Ben Harack [23] argued that reducing paper usage helps to save money in the long run and this can be achieved by using electronic documentation, storage, emails and by reducing the amount of printings among others.

2.2.6. Carbon Footprint Reduction

Carbon footprint is a measure in units of carbon dioxide (in tons) that human produce [24] . Moreover, Walser. M [24] stated that carbon footprint is the sum of greenhouse gas emissions when fossil fuels are burned for transportation and energy and those emitted during products’ lifecycles. In a study carried out by Smale et al. [25] on UK firms to investigate the effect of European carbon dioxide emissions on profits, it was found that there was profit potential for some firms engaged in carbon reduction. Similarly, Collins C. Ngwakwe and Pumela Msweli [26] also found a significant relationship between carbon emission reduction and firm performance of a company named 3M Company and it was found that this initiative helped to significantly improve the company’s dividend per share. However, in a study carried out by Busch and Hoffman [27] , a negative relationship was found between carbon reduction and firm performance.

2.3. EMS and Financial Performance

Evidence from recent studies shows that adopting an environmental management system may help organizations to benefit financially [28] . Similarly, Nishitani et al. [12] examined the effect of reducing pollution emission on firm performance and it was found that it helped to increase sales due to an increase in demand hence productivity. Konar and Cohen [29] found a positive effect of environmental management, measured by toxic emissions, on firms’ assets’ value.

Klassen [20] argued that adopting proactive environmental practices help organizations to benefit from an increase in sales and a premium in prices. Moreover, they benefit from a greater social approval [30] [31] . Firms that are environmentally conscious usually sell their products by marketing their management procedures which act as a differentiation between a firm’s products to that of its competitors [7] [10] .
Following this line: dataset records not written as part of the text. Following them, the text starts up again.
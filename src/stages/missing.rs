//! Missing cells: drop features that miss too much, then drop rows or fill cells.
//!
//! The share of missing cells is measured on every row of the table, before any
//! row is dropped. Cells are filled from the same feature's observed cells
//! (mean, median), from a PCA model of the table (iterative PCA) or from the
//! nearest rows (knn); see [`super::impute`]. Every filled cell is listed, and a
//! filled value outside its feature's observed range is reported as a warning.

use super::FeatureData;
use super::accumulate::Statistic;
use super::impute::{IterativeReport, iterative_pca, knn};
use super::scale::{Moments, MomentsReport};
use crate::error::{Error, InputError};
use crate::recipe::raw::{MissingMethod, RawIterative, RawKnn, ScalingMethod};
use serde::Serialize;

/// What the missing stage did to one feature.
#[derive(Debug, Clone, Serialize)]
pub struct FeatureMissing {
    pub feature: String,
    pub missing: usize,
    pub share: f64,
    /// Why the feature was dropped, if it was.
    #[serde(skip_serializing_if = "Option::is_none")]
    pub dropped: Option<String>,
    /// Cells filled; the single fill value (mean, median) or the mean of the
    /// values filled by a model.
    pub filled: usize,
    #[serde(skip_serializing_if = "Option::is_none")]
    pub fill_value: Option<f64>,
    #[serde(skip_serializing_if = "Option::is_none")]
    pub mean_filled: Option<f64>,
    /// Filled values below the observed minimum or above the observed maximum.
    pub filled_outside_observed_range: usize,
}

/// The missing stage's report.
#[derive(Debug, Clone, Serialize)]
pub struct MissingReport {
    pub method: MissingMethod,
    pub max_feature_missing: f64,
    pub rows_in: usize,
    pub rows_dropped: usize,
    pub cells_filled: usize,
    pub features: Vec<FeatureMissing>,
    #[serde(skip_serializing_if = "Option::is_none")]
    pub iterative_pca: Option<IterativeReport>,
    #[serde(skip_serializing_if = "Option::is_none")]
    pub knn_neighbours: Option<usize>,
    pub warnings: Vec<String>,
}

/// How missing cells of new rows are to be filled, learnt from the analysed table
/// (one entry per kept feature, in order).
#[derive(Debug, Clone)]
pub enum FillModel {
    /// Rows with a missing cell are not analysed.
    DropRows,
    /// One value per feature.
    Constant(Vec<f64>),
    /// The iterative PCA imputation model.
    Iterative(super::impute::ImputationModel),
    /// The analysed rows before filling (`NaN` where missing), for neighbours.
    Knn { reference: Vec<Vec<f64>> },
}

/// One filled cell: the table row (0-based), the feature and the value. The
/// feature's name is shared by all its cells (a large table can have millions).
#[derive(Debug, Clone, PartialEq)]
pub struct FilledCell {
    pub row: usize,
    pub feature: std::sync::Arc<str>,
    pub value: f64,
}

/// The recipe's missing-cell settings.
#[derive(Debug, Clone)]
pub struct MissingSettings {
    pub method: MissingMethod,
    pub max_share: f64,
    pub iterative: RawIterative,
    pub knn: RawKnn,
    /// Components of the iterative PCA model (already resolved from the recipe).
    pub components: usize,
    /// The recipe's scaling, which iterative PCA re-estimates each iteration.
    pub scaling: ScalingMethod,
}
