//! The bad-input catalogue: one table of recipes and tables that must be
//! refused well, each case a recipe and its data side by side.
//!
//! Every case runs the real binary (`sextant check` and/or `sextant run`) in a
//! fresh temporary folder and checks
//!
//! * the exit code (2 for a bad recipe or input; the few accepted oddities are
//!   pinned with 0, the computations that fail with 1);
//! * that standard error names the file and, where one applies, the line and
//!   column (`at`, such as `recipe.toml:12:11:` or `data.csv:7:`);
//! * that it says what would be valid (`says`), and nothing it must not
//!   (`not`: raw control characters, Rust type names);
//! * that no panic text appears;
//! * that nothing was written: no results folder and no new entry beside it
//!   (staging folders, scratch files, lock files; see [`may_remain`]).
//!
//! Every mismatch is printed, then a summary line with the counts, before the
//! test fails; `cargo test --release --test catalogue -- --nocapture` prints the
//! summary of a passing run too.
//!
//! Adding a case: copy one below, change what differs from [`BAD`].
//! The base recipe's lines, for reading the positions:
//!
//! ```text
//!  1 format = 1
//!  2
//!  3 [input]
//!  4 file = "data.csv"
//!  5 id = "sample"
//!  6 groups = ["group"]
//!  7                      <- `Input(…)` lines start here
//!  8 [output]
//!  9 folder = "out"
//! 10
//! 11                      <- `Section(…)` starts here (its first key on line 12)
//! ```

use std::collections::BTreeSet;
use std::path::{Path, PathBuf};
use std::process::Command;

/// A small valid table: an id, a group and three numeric features.
const DATA: &str = "\
sample,group,a,b,c
s1,x,1.5,2.0,3.5
s2,x,2.0,1.5,4.0
s3,y,3.0,3.5,2.0
s4,y,4.5,2.5,1.0
s5,z,2.5,4.0,3.0
";

/// A valid recipe for [`DATA`].
const BASE: &str = "\
format = 1

[input]
file = \"data.csv\"
id = \"sample\"
groups = [\"group\"]

[output]
folder = \"out\"
";

/// The recipe of a case.
#[derive(Clone, Copy)]
enum Recipe {
    /// [`BASE`] as it is.
    Base,
    /// [`BASE`] with a section appended (from line 11).
    Section(&'static str),
    /// [`BASE`] with lines added to `[input]` (from line 7).
    Input(&'static str),
    /// [`BASE`] with one text replaced (it must occur).
    Replace(&'static str, &'static str),
    /// A recipe of its own.
    Whole(&'static str),
    /// A recipe of its own, as bytes (not UTF-8, say).
    Bytes(&'static [u8]),
}

/// The `data.csv` beside the recipe.
#[derive(Clone, Copy)]
enum Data {
    Base,
    Text(&'static str),
    Bytes(&'static [u8]),
    /// No data file.
    Absent,
}

/// Which commands run.
#[derive(Clone, Copy, PartialEq)]
enum Cmd {
    Check,
    Run,
    /// `check`, then `run`: both must give the code and the message.
    Both,
    /// A whole command line of its own (`apply`, `verify`, `run --replace`).
    Line(&'static [&'static str]),
}

struct Case {
    name: &'static str,
    recipe: Recipe,
    data: Data,
    cmd: Cmd,
    /// Options after the command, before the recipe (such as `--engine passes`).
    args: &'static [&'static str],
    /// Further files (path, text) and symbolic links (path, target), relative
    /// to the temporary folder.
    files: &'static [(&'static str, &'static str)],
    links: &'static [(&'static str, &'static str)],
    /// Made first: a genuine results folder `res` of the base recipe (its
    /// recipe is `made.toml`), before `files` and `links` are added.
    results: bool,
    code: i32,
    /// The file and position the message must name: `recipe.toml:12:11:`,
    /// `data.csv:7:`, or only `data.csv:` where no line applies.
    at: &'static str,
    /// Fragments saying what is wrong and what would be valid.
    says: &'static [&'static str],
    /// Fragments that must not appear.
    not: &'static [&'static str],
}

/// The defaults of a case: the base recipe and table, both commands, exit 2.
const BAD: Case = Case {
    name: "",
    recipe: Recipe::Base,
    data: Data::Base,
    cmd: Cmd::Both,
    args: &[],
    files: &[],
    links: &[],
    results: false,
    code: 2,
    at: "",
    says: &[],
    not: &[],
};

use Recipe::{Bytes, Input, Replace, Section, Whole};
Klassen and McLaughlin [20] stated that revenues of a firm can be increased by selling green products. This is because customers are now more willing to buy environmentally friendly products [32] . Darnall [28] found that firms that implement EMS can qualify themselves to be part of EMS programs sponsored by government and they gain more access to regulators therefore this acts as a competitive advantage for the firms. Some studies concentrated on the components of EMS and found variant results. For instance, Rob Gray and Jan Bebbington [19] have found a positive impact of waste reduction and cutting use of energy on firms’ financial performance. Porter and Van der linde [3] proved that there is a positive relationship between pollution control and financial performance of firms. Researchers like Buttel, Hindo and Ardt and C.W.Y. et al. [2] [21] [22] found a positive relationship between recycling and firms’ performance while Ben Harack and Snale et al. [23] [25] found a positive impact of cutting paper consumption and carbon footprint reduction respectively on firms’ performance.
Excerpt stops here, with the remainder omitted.